This is the mail archive of the
libc-alpha@sourceware.org
mailing list for the glibc project.
[ping2][PATCH 1/2 v1.1][BZ #14547] Fix CVE-2012-4412
- From: Siddhesh Poyarekar <siddhesh at redhat dot com>
- To: libc-alpha at sourceware dot org
- Date: Mon, 2 Sep 2013 16:35:11 +0530
- Subject: [ping2][PATCH 1/2 v1.1][BZ #14547] Fix CVE-2012-4412
- Authentication-results: sourceware.org; auth=none
- References: <20130630163955 dot GE2654 at spoyarek dot pnq dot redhat dot com> <20130821150912 dot GA15273 at spoyarek dot pnq dot redhat dot com> <20130826100620 dot GF2011 at spoyarek dot pnq dot redhat dot com>
Ping!
On Mon, Aug 26, 2013 at 03:36:20PM +0530, Siddhesh Poyarekar wrote:
> Ping!
>
> On Wed, Aug 21, 2013 at 08:39:12PM +0530, Siddhesh Poyarekar wrote:
> > Hi,
> >
> > Here's an updated patch with some small changes based on some bugs I
> > found in my patch. Patch 2/2 will have the test case to verify that
> > this does not regress.

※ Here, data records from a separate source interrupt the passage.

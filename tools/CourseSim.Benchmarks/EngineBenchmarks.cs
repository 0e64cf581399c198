using System.Diagnostics;
using BenchmarkDotNet.Attributes;
using CourseSim.Engine;
using CourseSim.Entities;

namespace CourseSim.Benchmarks;

/// <summary>Entity store: entities visited per second by a 3-component query, as a struct job and as chunk spans.</summary>
[MemoryDiagnoser]
public class EntityStoreBenchmarks
{
    public struct Pos { public double X, Y; }
    public struct Vel { public double X, Y; }
    public struct Acc { public double X, Y; }

    struct Step : IForEach<Pos, Vel, Acc>
    {
        public void Update(Entity e, ref Pos p, ref Vel v, ref Acc a) { v.X += a.X * 0.05; v.Y += a.Y * 0.05; p.X += v.X * 0.05; p.Y += v.Y * 0.05; }
    }

    const int N = 100_000;
    World _w = null!;
    Query _q = null!;

    [GlobalSetup]
    public void Setup()
    {
        _w = new World();
        for (int i = 0; i < N; i++) _w.Create(new Pos { X = i }, new Vel { X = 1 }, new Acc { Y = -1 });
        // Other archetypes the query must skip or include.
        for (int i = 0; i < N / 10; i++) _w.Create(new Pos(), new Vel());
        _q = _w.Query().With<Pos>().With<Vel>().With<Acc>();
    }

    [Benchmark(OperationsPerInvoke = N, Description = "3-component query, struct job (ns/entity)")]
    public void Job() { var j = new Step(); _q.ForEach<Pos, Vel, Acc, Step>(ref j); }

    [Benchmark(OperationsPerInvoke = N, Description = "3-component query, chunk spans (ns/entity)")]
    public void Spans()
    {
        foreach (var c in _q)
        {
            var p = c.Span<Pos>(); var v = c.Span<Vel>(); var a = c.Span<Acc>();
            for (int i = 0; i < p.Length; i++) { v[i].X += a[i].X * 0.05; v[i].Y += a[i].Y * 0.05; p[i].X += v[i].X * 0.05; p[i].Y += v[i].Y * 0.05; }
        }
    }
}

/// <summary>Fleets for the engine benchmarks: the demo fleet's rigs and wind, repeated to N boards, on a 40 km beat, shadows on.</summary>
public static class Fleets
{
    public static string ScenarioPath()
    {
        var dir = new DirectoryInfo(AppContext.BaseDirectory);
        while (dir is not null && !File.Exists(Path.Combine(dir.FullName, "CourseSim.sln"))) dir = dir.Parent;
        return Path.Combine(dir?.FullName ?? ".", "scenarios", "korrin-bay-race.toml");
    }

    public static Race Make(int boards)
    {
        // Constant density along the line (4 m per board), so the scaling shows cost per board, not crowding.
        double line = Math.Min(10000, Math.Max(260, 4.0 * boards));
        // A far waypoint 40 km up the wind: the fleet races (beating, tacking on the laylines) and never finishes. The time
        // limit and a 10 s record interval keep the recorder's up-front room (sized to the race) small at 2,000 boards.
        var setup = ScenarioFile.LoadRace(ScenarioPath(), ["race.time_limit_s=7200", "race.record_interval_s=10", "course.kind=waypoints", "course.order=far",
            "course.marks.far.x_m=-28000", "course.marks.far.y_m=-28000", $"course.start_line_m={line}"]);
        var list = new List<BoardEntry>();
        for (int i = 0; i < boards; i++)
        {
            var b = setup.Boards[i % setup.Boards.Count];
            list.Add(b with { Id = $"b{i}", Name = $"{b.Name} {i}", LinePosition = (i + 0.5) / boards });
        }
        return new Race(setup with { Boards = list });
    }
}

/// <summary>
/// The race step on one core with wind shadows on: nanoseconds per board-step (every system, recording included),
/// from 10 to 2,000 boards. The fleet is past its start and sailing a long beat.
/// </summary>
[MemoryDiagnoser]
public class RaceStepBenchmarks
{
    [Params(10, 40, 200, 2000)]
    public int Boards { get; set; }

    Race _race = null!;
    const int Steps = 20;

    [GlobalSetup]
    public void Setup()
    {
        _race = Fleets.Make(Boards);
        while (_race.Time < 30) _race.Step();
    }

    /// <summary>20 steps of the whole fleet: divide the mean by 20 x Boards for ns per board-step (or use 'report').</summary>
    [Benchmark(Description = "20 race steps of the fleet")]
    public void Step()
    {
        // A fresh race before the fleet nears the far mark (so it is always racing, never finished); rare enough that
        // building it (wind tiles, fleet) adds little to the mean.
        if (_race.IsOver || _race.Time > 7000) Setup();
        for (int i = 0; i < Steps; i++) _race.Step();
    }
}

/// <summary>Memory figures and the entity store's raw speed (printed at the end of `report`).</summary>
public static class MemoryFigures
{
    public static void Run()
    {
        Console.WriteLine();
        Console.WriteLine("== memory and entity store");
        // Heap growth per board (world, components, cold arrays, shadow grid and the recorder's room).
        GC.Collect(); GC.WaitForPendingFinalizers(); GC.Collect();
        var warm = Fleets.Make(12); warm.Step();
        long m0 = GC.GetTotalMemory(true);
        var small = Fleets.Make(100);
        long m1 = GC.GetTotalMemory(true);
        var big = Fleets.Make(1100);
        long m2 = GC.GetTotalMemory(true);
        Console.WriteLine($"  memory per board: {(m2 - m1) / 1000.0 / 1024:F1} KiB (recorder room sized to the race: {small.Recorder.MemoryBytes / 100.0 / 1024:F1} KiB a board for this 7,200 s limit at one sample per 10 s)");
        Console.WriteLine($"  memory per recorded sample: {Recorder.BytesPerSample} B (one board at one instant; 0.5 s default interval)");
        Console.WriteLine($"  heap for a 100-board race: {(m1 - m0) / 1024.0 / 1024:F1} MiB (wind field, tables shared by set-up, boards)");
        GC.KeepAlive(small); GC.KeepAlive(big); GC.KeepAlive(warm);
        var w = new World();
        for (int i = 0; i < 1_000_000; i++) w.Create(new EntityStoreBenchmarks.Pos { X = i }, new EntityStoreBenchmarks.Vel { X = 1 }, new EntityStoreBenchmarks.Acc { Y = -1 });
        var q = w.Query().With<EntityStoreBenchmarks.Pos>().With<EntityStoreBenchmarks.Vel>().With<EntityStoreBenchmarks.Acc>();
        var esw = Stopwatch.StartNew();
        int rounds = 50;
        for (int r = 0; r < rounds; r++)
            foreach (var c in q)
            {
                var p = c.Span<EntityStoreBenchmarks.Pos>(); var v = c.Span<EntityStoreBenchmarks.Vel>(); var a = c.Span<EntityStoreBenchmarks.Acc>();
                for (int i = 0; i < p.Length; i++) { v[i].Y += a[i].Y * 0.05; p[i].X += v[i].X * 0.05; }
            }
        Console.WriteLine($"  entity store: {rounds * 1e6 / esw.Elapsed.TotalSeconds / 1e6:F0} M entities/s for a 3-component query (chunk spans, 1 M entities, wall clock)");
    }
}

It runs for 5 minutes and causes a lot of pain
> > to the build system, so I've kept it as an xtests like Andreas Schwab
> > suggested.
> >
> > No regressions in the testsuite (with check and xcheck) as tested on
> > x86_64 and x86.
> >
> > Siddhesh
> >
> > [BZ #14547]
> > * string/strcoll_l.c (coll_seq): New members rule, idx,
> > save_idx and back_us.
> > (get_next_seq_nocache): New function.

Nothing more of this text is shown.